Sin embargo, allá al frente, junto a la zanja abierta a lo largo del parapeto, todavía ardían las balas de paja y desprendían un doloroso resplandor en la fría noche. Las balas habían sido empapadas con aceite, comprendió Pitrick; una treta cruel que había dado un resultado excelente. No obstante, los Enanos de las Colinas no tardarían en pagar aro su astucia.

Un soplo de brisa llevó hasta sus fosas nasales el hedor del humo negro. Pitrick torció el gesto y volvió la mirada hacia la espesa neblina que todavía se interponía entre sus fuerzas y la parte central de las defensas de Casacolina. No importaba, avanzaría por los flancos. ¡Los destruiría!

Aquella idea le recordó a los dos theiwar de reluciente armadura negra que seguían firmes ante él. Los oficiales contemplaban su rostro crispado por la furia que lo consumía. Vacilante, uno de los soldados se dirigió a él.

—Pero, excelencia —balbuceó el sargento, un veterano de muchas batallas y cabellos canosos—, ¡luchan como demonios, como locos posesos! Disponen de armas y mantienen una disciplina.

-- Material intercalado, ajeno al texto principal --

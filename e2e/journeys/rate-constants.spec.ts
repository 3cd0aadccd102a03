import { writeFileSync } from 'node:fs'
import { join } from 'node:path'
import { axeFaults } from '../pages/axe-faults.ts'
import { expect, test } from '../pages/program.ts'
import { RateConstantSheet } from '../pages/rate-constant-sheet.ts'

// F. Daniels, E. H. Johnston, J. Am. Chem. Soc. 43 (1921) 53, N2O5: 24.7 kcal/mol (103 kJ/mol) in the paper. The data were written down from memory of it and
// recomputed with NumPy: Ea 102.8979 ± 0.4713 kJ/mol (standard error), A 3.8163e13 1/s, r² 0.999916.
const n2o5 = 'T (K)\tk (1/s)\n273\t7.87e-7\n298\t3.46e-5\n308\t1.35e-4\n318\t4.98e-4\n328\t1.50e-3\n338\t4.87e-3\n'

/** A table of exported text by the headings of its columns. */
function rowsOf(csv: string): readonly Readonly<Record<string, string>>[] {
  const [head = [], ...rows] = csv
    .trim()
    .split(/\r?\n/)
    .map((line) => Array.from(line.matchAll(/(?:^|,)(?:"([^"]*)"|([^,]*))/g), (match) => match[1] ?? match[2] ?? ''))
  return rows.map((cells) => Object.fromEntries(head.map((name, i) => [name, cells[i] ?? ''])))
}

/** `3.59 × 10−5` as a number. */
const numberIn = (text: string | undefined): number => Number((text ?? '').replaceAll('−', '-').replace(/\s*×\s*10/, 'e'))

test('a pasted table gives Ea, a unit is changed and taken back, and the exported table says what the screen says', async ({
  sheet,
  page,
}) => {
  const rates = new RateConstantSheet(page)
  await rates.paste(n2o5)
  await expect(page.getByText('6 rows, temperature in K, k in 1/s.')).toBeVisible()
  await rates.take()
  await rates.goTo('Activation energy')
  expect(await rates.parameter('Ea kJ/mol')).toEqual(['102.90', '0.47', '101.59', '104.21'])
  await expect(page.getByText(/^A 3\.82 × 1013 1\/s \(95 %: /)).toBeVisible()
  expect(numberIn((await rates.parameter('A 1/s'))[0])).toBe(3.82e13)
  await expect(page.getByText('r² 0.99992')).toBeVisible()

  // Per minute Ea stays and ln A gains ln 60 = 4.0943.
  const lnA = numberIn((await rates.parameter('ln A (A in 1/s)'))[0])
  await rates.goTo('Rate constants')
  await page.getByRole('button', { name: 'Convert k to 1/min' }).click()
  await rates.settled()
  await rates.goTo('Activation energy')
  expect((await rates.parameter('Ea kJ/mol'))[0]).toBe('102.90')
  expect(numberIn((await rates.parameter('ln A (A in 1/min)'))[0])).toBeCloseTo(lnA + 4.0943, 1)
  await page.getByRole('button', { name: /^Undo/ }).click()
  await expect.poll(() => rates.parameter('A 1/s')).not.toEqual([])

  await rates.predictAt('25 C; 100 C')
  await expect(rates.predictions.getByRole('row')).toHaveCount(3)
  const shown = await rates.predictions.getByRole('row').nth(1).getByRole('cell').allTextContents()
  await expect(rates.predictions.getByRole('rowheader', { name: /^373.15 K/ })).toContainText('35 K above')
  await expect(page.getByText('it does not replace tests on the real amount')).toBeVisible()

  const out = await sheet.downloads(2, () => page.getByRole('button', { name: 'Export table (CSV)' }).click())
  expect([...out.keys()].sort()).toEqual(['rate-constants.csv', 'rate-constants.csv.txt'])
  const rows = rowsOf(out.get('rate-constants.csv') ?? '')
  const Ea = rows.find((row) => row['quantity'] === 'Ea')
  expect(['value', 'standard error', 'lower 95 %', 'upper 95 %'].map((name) => Number(Ea?.[name]).toFixed(2))).toEqual(
    await rates.parameter('Ea kJ/mol'),
  )
  const predicted = rows.filter((row) => row['quantity'] === 'k, predicted' && Number(row['temperature (K)']) === 298.15)
  expect(Number(Number(predicted[0]?.['value']).toPrecision(3))).toBe(numberIn(shown[0]))
  const [lower = '', upper = ''] = ['lower 95 %', 'upper 95 %'].map((name) => (Number(predicted[0]?.[name]) * 1e5).toFixed(2))
  expect(shown[1]).toContain(`${lower} … ${upper}`)
  expect(out.get('rate-constants.csv.txt')).toContain('estimate for planning')
})

test('without a mouse: rows are typed, a bad cell keeps its text and says why, and the rail steps through the temperatures', async ({
  sheet,
  page,
}) => {
  const rates = new RateConstantSheet(page)
  await expect(sheet.openDemoButton).toBeVisible()
  const typeIt = page.getByRole('button', { name: 'type it' })
  await typeIt.focus()
  await page.keyboard.press('Enter')
  await expect(rates.cell('Temperature', 'new')).toBeFocused()
  const type = async (temperature: string, k: string): Promise<void> => {
    await page.keyboard.type(temperature)
    await page.keyboard.press('Tab')
    await page.keyboard.type(k)
    await page.keyboard.press('Enter')
  }
  // The worked example of 2 HI = H2 + I2 in Chemistry 2e (OpenStax), recomputed: 185.3079 ± 2.1774 kJ/mol.
  await type('555 K', '3,52e-7 L/(mol s)')
  await expect(rates.cell('k', 1)).toHaveValue('3.52e-7')
  await expect(page.getByLabel('Unit of k')).toHaveValue('L/(mol s)')
  await type('575 K', 'fast')
  await expect(page.getByRole('alert')).toContainText('k: “fast” is no number')
  await expect(rates.cell('Temperature', 'new')).toHaveValue('575 K')
  await expect(rates.cell('k', 'new')).toHaveAttribute('aria-invalid', 'true')
  await rates.cell('k', 'new').fill('1.22×10⁻⁶')
  await page.keyboard.press('Enter')
  await expect(rates.cell('k', 2)).toHaveValue('1.22e-6')
  await expect(page.getByText('without an interval: that needs three temperatures')).toBeVisible()
  await expect(rates.cell('Temperature', 'new')).toBeFocused()
  await type('645 K', '8.59e-5')
  await type('700 K', '1.16e-3')
  await type('781 K', '3.95e-2')
  await expect(page.getByText('Ea 185.3 ± 6.9 kJ/mol')).toBeVisible()

  await page.getByRole('tab', { selected: true }).focus()
  await page.keyboard.press('End')
  await rates.rail.focus()
  await page.keyboard.press('End')
  await expect(rates.readOut).toContainText('507.9 °C')
  await expect(rates.lineTable.locator('tr[aria-current="true"]')).toContainText('507.85')
  await page.keyboard.press('Home')
  await expect(rates.readOut).toContainText('281.9 °C')
  await page.keyboard.press('Control+z')
  await expect(page.getByText('4 rate constants', { exact: true })).toBeVisible()
})

test('what a table does not say is asked, and a refused paste keeps its text until it is mended', async ({ sheet, page }) => {
  const rates = new RateConstantSheet(page)
  await expect(sheet.openDemoButton).toBeVisible()
  await rates.paste('25 3.46e-5\n35 slow\n45 4.98e-4')
  await expect(page.getByRole('alert')).toContainText('may be K, °C or °F')
  await page.getByRole('button', { name: 'Temperatures are in °C' }).click()
  await expect(page.getByRole('alert')).toContainText('Line 2')
  const text = page.getByLabel('Text of the table')
  await expect(text).toHaveValue('25 3.46e-5\n35 slow\n45 4.98e-4')
  await text.fill('25 3.46e-5\n35 1.35e-4\n45 4.98e-4')
  await expect(page.getByText('3 rows, temperature in °C, k without a unit.')).toBeVisible()
  await page.getByLabel('Unit of k, if you know it').fill('s-1')
  await page.keyboard.press('Enter')
  await expect(page.getByText('3 rows, temperature in °C, k in 1/s.')).toBeVisible()
  await rates.take()

  // More rows pasted into a cell are offered, and join the table in its own unit.
  await rates.cell('Temperature', 'new').focus()
  await rates.paste('T (K)\tk (1/min)\n328.15\t0.09\n')
  await page.getByRole('button', { name: 'Add 1 row' }).click()
  await expect(rates.cell('Temperature', 4)).toHaveValue('55')
  await expect(rates.cell('k', 4)).toHaveValue('1.5e-3')
  await page.getByRole('button', { name: /^Undo/ }).click()
  await expect(rates.cell('k', 4)).toHaveCount(0)
})

test('a dropped file that holds no run but a table of rate constants is offered as one', async ({ sheet, page, folder }) => {
  const rates = new RateConstantSheet(page)
  const path = join(folder, 'N2O5 decay.csv')
  writeFileSync(path, n2o5.replaceAll('\t', ','))
  await sheet.drop([path])
  await expect(page.getByRole('heading', { name: 'Rate constants in N2O5 decay.csv' })).toBeVisible()
  await rates.take()
  await expect(page.getByLabel('Name of the study')).toHaveValue('N2O5 decay')
  await expect(page.getByText('Ea 102.9 ± 1.3 kJ/mol')).toBeVisible()
})

test('isothermal runs give rate constants with a chosen model, beside their Ea against conversion', async ({ sheet, page, folder }) => {
  const rates = new RateConstantSheet(page)
  // First order, Ea 100 kJ/mol, k 2e-3 1/s at 140 °C: exact, held from the first row.
  const paths = [120, 130, 140].map((celsius) => {
    const k = 2e-3 * Math.exp((100_000 / 8.314462618) * (1 / 413.15 - 1 / (celsius + 273.15)))
    const rows = Array.from({ length: 400 }, (_, i) => {
      const time = (i * 4) / 400 / k
      return `${time.toFixed(4)},${celsius},${(1 - Math.exp(-k * time)).toFixed(9)}`
    })
    const path = join(folder, `hold ${celsius} C.csv`)
    writeFileSync(path, `Time (s),Temperature (°C),Conversion\n${rows.join('\n')}\n`)
    return path
  })
  await sheet.drop(paths)
  await sheet.settled()
  await page.getByRole('button', { name: 'Rate constants of these holds, with a model…' }).click()
  await page.getByRole('combobox', { name: /Reaction model/ }).selectOption('F1')
  await page.getByRole('button', { name: 'Make the table' }).click()
  await rates.settled()
  expect(numberIn((await rates.parameter('Ea kJ/mol'))[0])).toBeCloseTo(100, 1)

  // The model of the simulation follows the holds; one that does not is said to, and the ranking leads back.
  await expect(rates.model('F1')).toContainText('chosen')
  await expect(rates.model('F1')).toContainText('fits')
  await page.getByRole('button', { name: 'Take D1', exact: true }).click()
  await rates.settled()
  await expect(rates.model('D1')).toContainText('chosen')
  await expect(page.getByRole('heading', { name: 'D1 does not follow 3 of 3 holds' })).toBeVisible()
  await expect(page.getByRole('heading', { name: 'F1 fits the holds better than D1' })).toBeVisible()
  await page.getByRole('radio', { name: 'Fits of the holds' }).click()
  await expect(rates.holdTable.getByRole('row')).toHaveCount(4)
  await expect(rates.holdTable.getByText('systematic', { exact: true })).toHaveCount(3)
  await page.getByRole('region', { name: 'Table of fits of the holds' }).press('End')
  await expect(rates.readOut).toContainText('140 °C')
  await expect(rates.holdTable.locator('tr[aria-current="true"]')).toContainText('hold 140 C')
  expect(await axeFaults(page)).toEqual([])
  await page.getByRole('tab', { name: 'Runs' }).click()
  await page.getByRole('button', { name: 'Make them again…' }).click()
  await expect(page.getByRole('combobox', { name: /Reaction model/ })).toHaveValue('D1')
  await expect(page.getByText(/models that fit the holds .*: F1\./)).toBeVisible()
  await page.getByRole('button', { name: /^Undo/ }).click()
  await page.getByRole('button', { name: 'Show their line' }).click()
  await expect(rates.model('F1')).toContainText('chosen')
  await page.getByRole('radio', { name: 'Levels of conversion' }).click()
  await expect(sheet.rail).toBeVisible()
  await page.getByRole('radio', { name: 'Rate constants' }).click()
  await expect(rates.rail).toBeVisible()
  await page.getByRole('button', { name: /^Undo/ }).click()
  await expect(sheet.rail).toBeVisible()
})

for (const colorScheme of ['light', 'dark'] as const) {
  test.describe(`${colorScheme} paper`, () => {
    test.use({ colorScheme })

    test('axe finds nothing on the stages of rate constants, in a bad cell and in an offer', async ({ sheet, page }) => {
      const rates = new RateConstantSheet(page)
      await expect(sheet.openDemoButton).toBeVisible()
      await rates.paste('25 3.46e-5\n35 1.35e-4')
      await expect(page.getByRole('alert')).toBeVisible()
      expect(await axeFaults(page)).toEqual([])
      await page.getByLabel('Text of the table').fill(n2o5)
      await rates.take()
      await rates.cell('k', 2).fill('fast')
      await page.keyboard.press('Enter')
      await expect(page.getByRole('alert')).toBeVisible()
      expect(await axeFaults(page)).toEqual([])
      await page.keyboard.press('Escape')
      await rates.goTo('Activation energy')
      await rates.predictAt('25 C, 100 C')
      await expect(rates.predictions).toBeVisible()
      expect(await axeFaults(page)).toEqual([])
    })
  })
}

test('a power that lost its height is asked about in a cell, and an interval that reaches below 0 is said to bound nothing', async ({
  sheet,
  page,
}) => {
  const rates = new RateConstantSheet(page)
  await expect(sheet.openDemoButton).toBeVisible()
  // Hardly any change from 300 to 320 K, and k up and down by a factor of two: no line bounds Ea from below.
  await rates.paste('T (K)\tk (1/s)\n300\t1e-5\n306\t2e-5\n313\t1e-5\n320\t1.8e-5\n')
  await rates.take()
  await rates.cell('k', 1).fill('7.87 × 107')
  await page.keyboard.press('Enter')
  await expect(page.getByRole('alert')).toContainText('“× 107” may be 10^7 or a hundred and seven')
  await page.keyboard.press('Escape')
  await rates.goTo('Activation energy')
  await expect(page.getByText(/The interval of Ea reaches below 0, .* these rate constants do not bound Ea from below/)).toBeVisible()
})

test('nothing scrolls sideways at 900 by 600 and at twice the size', async ({ sheet, page }) => {
  const rates = new RateConstantSheet(page)
  await expect(sheet.openDemoButton).toBeVisible()
  await rates.paste(n2o5)
  await rates.take()
  for (const [width, height] of [
    [900, 600],
    [720, 450],
  ] as const) {
    await page.setViewportSize({ width, height })
    for (const stage of ['Rate constants', 'Activation energy'] as const) {
      await rates.goTo(stage)
      const overflow = await page.evaluate(() => document.documentElement.scrollWidth - document.documentElement.clientWidth)
      expect(overflow, `${stage} at ${width} by ${height} scrolls sideways`).toBeLessThanOrEqual(0)
      await expect(rates.rail).toBeInViewport()
      if (stage === 'Activation energy') {
        await expect(page.getByText(/^A calculated value is an estimate for planning;/)).toBeInViewport({ ratio: 1 })
      }
    }
  }
})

Vos mismo habéis olido los gases nocivos que nos han arrojado… Además, se protegen tras ese parapeto, ¡fuera de nuestro alcance!

—¡Y el fuego! —abundó su camarada—. ¡Los hechiceros quedaron cegados por completo y el resto de las tropas sufren agudos dolores!

—¡Estúpidos! ¡No permitiré más retrasos! ¡Reanudad el ataque! —espetó el jorobado con voz estridente.

—Pero… —Uno de los sargentos abrió la boca para expresar su oposición, pero la cerró al advertir la mirada de su comandante.

—No más retrasos —reiteró Pitrick, bajando el tono de voz hasta convertirlo en un siniestro susurro.

Con un gesto maquinal, su mano aferró el amuleto de hierro que colgaba sobre su pecho. Entre los dedos escapó un fulgor azulado, y los ojos de sus sargentos se desorbitaron por el terror. La luz se derramó como un humo espeso en torno a la oscura figura del hechicero y se aproximó lentamente hacia los atemorizados soldados.

Un velo rojizo de odio enturbió la vista de Pitrick. El hechicero apretó los dientes; inhaló en cortos jadeos, en tanto procuraba recobrar el control una vez más.

—¡Atacaremos ahora mismo, excelencia! —barbotó uno de los sargentos.

Los dos oficiales se dieron media vuelta y se alejaron a trompicones en su afán por huir de su demente líder.

Pitrick dio un paso hacia ellos, tentado todavía de reducir a cenizas a uno de los dos, como advertencia de las consecuencias que acarrearía el fracaso. Pero el simple hecho de dar un paso le produjo unas ardientes punzadas de dolor en la pierna. Se mordió los labios y olvidó por el momento a sus recalcitrantes oficiales.

¡Por las oscuras deidades! ¡Cómo le dolía el maldito pie! Dio rienda suelta a su agonía con un chillido penetrante, un sonido que denotaba tanta ira que aterrorizó a las tropas que lo escucharon. Después, Pitrick caminó renqueante en pos de los dos sargentos. Encontraría a los hechiceros hablaría con ellos en persona. ¡Iban a saber qué locura habían cometido al retirarse!

Después de largos y dolorosos minutos de caminata, localizó a las seis figuras vestidas con túnicas. Los hechiceros estaban en cuclillas y sujetaban sobre sus ojos abrasados unas compresas frías de hierbas machacadas.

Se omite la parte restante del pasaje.